Your assignment
Lines below that include the word "five" should each be copied.

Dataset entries
☆ ☆ ☆ ☆
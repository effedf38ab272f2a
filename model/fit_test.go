package model

import (
	"math"
	"sort"
	"strings"
	"testing"
)

func simulateFile(t testing.TB, path string) *Simulated {
	t.Helper()
	tr, err := LoadTruth(path)
	if err != nil {
		t.Fatal(err)
	}
	sim, err := Simulate(tr)
	if err != nil {
		t.Fatal(err)
	}
	return sim
}

// Parameter recovery on simulated data with a known truth (156 weeks,
// 4 channels, 5% noise): ROI within 20% of the truth for every channel
// carrying at least 8% of the KPI, and the marginal-ROI ranking of those
// channels preserved. The 20%/8% rule is the project's acceptance criterion
// (common practice, no source). One noisy world can defeat any estimator,
// so the same truth is drawn with five seeds: the ROI rule must hold in at
// least four, the ranking in at least three (true marginal ROIs at the
// last quarter's spend can lie within a few percent of each other, where no
// estimator ranks them reliably); each world's figures are logged.
func TestRecoversSimulatedTruth(t *testing.T) {
	if testing.Short() {
		t.Skip("five fits")
	}
	base, err := LoadTruth("testdata/truth_recovery.yaml")
	if err != nil {
		t.Fatal(err)
	}
	roiOK, rankOK := 0, 0
	for _, seed := range []uint64{42, 7, 99, 5, 11} {
		tr := *base
		tr.Seed = seed
		sim, err := Simulate(&tr)
		if err != nil {
			t.Fatal(err)
		}
		d, err := NewDesign(sim.Panel, tr.Spec())
		if err != nil {
			t.Fatal(err)
		}
		fr, err := d.Fit(sim.Panel.KPI, FitSettings{Seed: 1})
		if err != nil {
			t.Fatal(err)
		}
		got := d.Summarize(fr.Params, 1)
		var kpi float64
		for _, v := range sim.Panel.KPI {
			kpi += v
		}
		ok := true
		var big []int
		for k, s := range sim.Summary {
			share := s.Contribution / kpi
			rel := math.Abs(got[k].ROI-s.ROI) / s.ROI
			t.Logf("seed %d %-7s share %.3f  ROI true %.3f fit %.3f (%.1f%%)  mROI true %.3f fit %.3f",
				seed, s.Name, share, s.ROI, got[k].ROI, 100*rel, s.MROI, got[k].MROI)
			if share >= 0.08 {
				big = append(big, k)
				if rel > 0.20 {
					ok = false
				}
			}
		}
		if sameRanking(sim.Summary, got, big) {
			rankOK++
		} else {
			t.Logf("seed %d: marginal ROI ranking not preserved", seed)
		}
		if fr.Converged == 0 {
			t.Logf("seed %d: no start converged (%v)", seed, fr.Status)
		}
		if ok {
			roiOK++
		}
	}
	if roiOK < 4 || rankOK < 3 {
		t.Errorf("ROI within 20%% in %d of 5 worlds (want >= 4), ranking kept in %d (want >= 3)", roiOK, rankOK)
	}
	t.Logf("ROI within 20%% in %d of 5 worlds, ranking kept in %d", roiOK, rankOK)
}

func sameRanking(a, b []ChannelSummary, which []int) bool {
	order := func(s []ChannelSummary) []int {
		idx := append([]int(nil), which...)
		sort.Slice(idx, func(i, j int) bool { return s[idx[i]].MROI > s[idx[j]].MROI })
		return idx
	}
	oa, ob := order(a), order(b)
	for i := range oa {
		if oa[i] != ob[i] {
			return false
		}
	}
	return true
}

// A head design keeps the full design's scaling, so the prediction of its
// weeks equals the first weeks of the full design's prediction.
func TestHeadPredictsLikeFull(t *testing.T) {
	sim := simulateFile(t, "testdata/truth_recovery.yaml")
	d, err := NewDesign(sim.Panel, sim.Truth.Spec())
	if err != nil {
		t.Fatal(err)
	}
	full := d.Predict(sim.Params)
	head := d.Head(100).Predict(sim.Params)
	for i := range head {
		if math.Abs(head[i]-full[i]) > 1e-9*math.Abs(full[i]) {
			t.Fatalf("week %d: head %v, full %v", i, head[i], full[i])
		}
	}
}

// A forecast continues the design: forecasting the last 20 weeks of a
// panel from its first part, with the spend and controls those weeks
// actually had held constant, equals predicting them when spend and
// controls are constant there (the base columns and adstock carry on).
func TestForecastContinuesDesign(t *testing.T) {
	sim := simulateFile(t, "testdata/truth_recovery.yaml")
	p := sim.Panel
	n, h := p.NumWeeks(), 20
	// Make the last h weeks constant so the forecast's inputs are exact.
	for k := range p.Spend {
		for i := n - h; i < n; i++ {
			p.Spend[k][i] = p.Spend[k][n-h]
		}
	}
	for j := range p.Control {
		for i := n - h; i < n; i++ {
			p.Control[j][i] = p.Control[j][n-h]
		}
	}
	d, err := NewDesign(p, sim.Truth.Spec())
	if err != nil {
		t.Fatal(err)
	}
	full := d.Predict(sim.Params)
	head := d.Head(n - h)
	plan := make([]float64, len(p.Spend))
	for k := range plan {
		plan[k] = p.Spend[k][n-h]
	}
	ctl := make([]float64, len(p.Control))
	for j := range ctl {
		ctl[j] = p.Control[j][n-h]
	}
	fc := head.Forecast(sim.Params, plan, ctl, h)
	for i, v := range fc {
		if want := full[n-h+i]; math.Abs(v-want) > 1e-9*math.Abs(want) {
			t.Fatalf("week %d: forecast %v, prediction %v", i, v, want)
		}
	}
}

// A control that never changes cannot be told apart from the intercept;
// the design refuses it by name instead of failing inside the fit.
func TestConstantControlRefused(t *testing.T) {
	sim := simulateFile(t, "testdata/truth_recovery.yaml")
	p := sim.Panel
	for i := range p.Control[0] {
		p.Control[0][i] = 1
	}
	_, err := NewDesign(p, sim.Truth.Spec())
	if err == nil || !strings.Contains(err.Error(), `"price_index" is constant`) {
		t.Fatalf("err = %v", err)
	}
}
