package model

import (
	"math"

	"gonum.org/v1/gonum/mat"
)

// Forecast returns the modelled KPI for the h weeks after the data when
// channel k spends plan[k] per week and control j stands at controls[j]
// (nil: the mean of the last CurrentWeeks weeks). The base continues the
// fitted trend and season; adstock carries over from the history.
func (d *Design) Forecast(p Params, plan, controls []float64, h int) []float64 {
	n := d.N
	ext := &Design{Spec: d.Spec, N: n + h, MeanSpend: d.MeanSpend, TrendScale: d.TrendScale, Spend: make([][]float64, len(d.Spend))}
	for k, x := range d.Spend {
		e := make([]float64, n+h)
		copy(e, x)
		for t := n; t < n+h; t++ {
			e[t] = plan[k]
		}
		ext.Spend[k] = e
	}
	if controls == nil {
		controls = d.recentControls()
	}
	ext.Fixed = d.extendFixed(controls, h)
	return ext.Predict(p)[n:]
}

// recentControls is each control's mean over the last CurrentWeeks weeks.
func (d *Design) recentControls() []float64 {
	nc := len(d.Spec.Controls)
	out := make([]float64, nc)
	first := d.Spec.NumFixed() - nc
	w := min(CurrentWeeks, d.N)
	for j := range nc {
		var s float64
		for t := d.N - w; t < d.N; t++ {
			s += d.Fixed.At(t, first+j)
		}
		out[j] = s / float64(w)
	}
	return out
}

// extendFixed continues the fixed columns h weeks past the data with the
// same trend scale and season phase, controls held at the given values.
func (d *Design) extendFixed(controls []float64, h int) *mat.Dense {
	n, p := d.N, d.Spec.NumFixed()
	f := mat.NewDense(n+h, p, nil)
	f.Slice(0, n, 0, p).(*mat.Dense).Copy(d.Fixed)
	for t := n; t < n+h; t++ {
		c := 0
		f.Set(t, c, 1)
		c++
		if d.Spec.Trend {
			f.Set(t, c, float64(t)/d.TrendScale)
			c++
		}
		for k := 1; k <= d.Spec.Harm; k++ {
			w := 2 * math.Pi * float64(k) * float64(t) / d.Spec.Period
			f.Set(t, c, math.Sin(w))
			f.Set(t, c+1, math.Cos(w))
			c += 2
		}
		for _, v := range controls {
			f.Set(t, c, v)
			c++
		}
	}
	return f
}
☆ ☆ ☆ ☆
Exercise response
// so the same truth is drawn with five seeds: the ROI rule must hold in at
		t.Skip("five fits")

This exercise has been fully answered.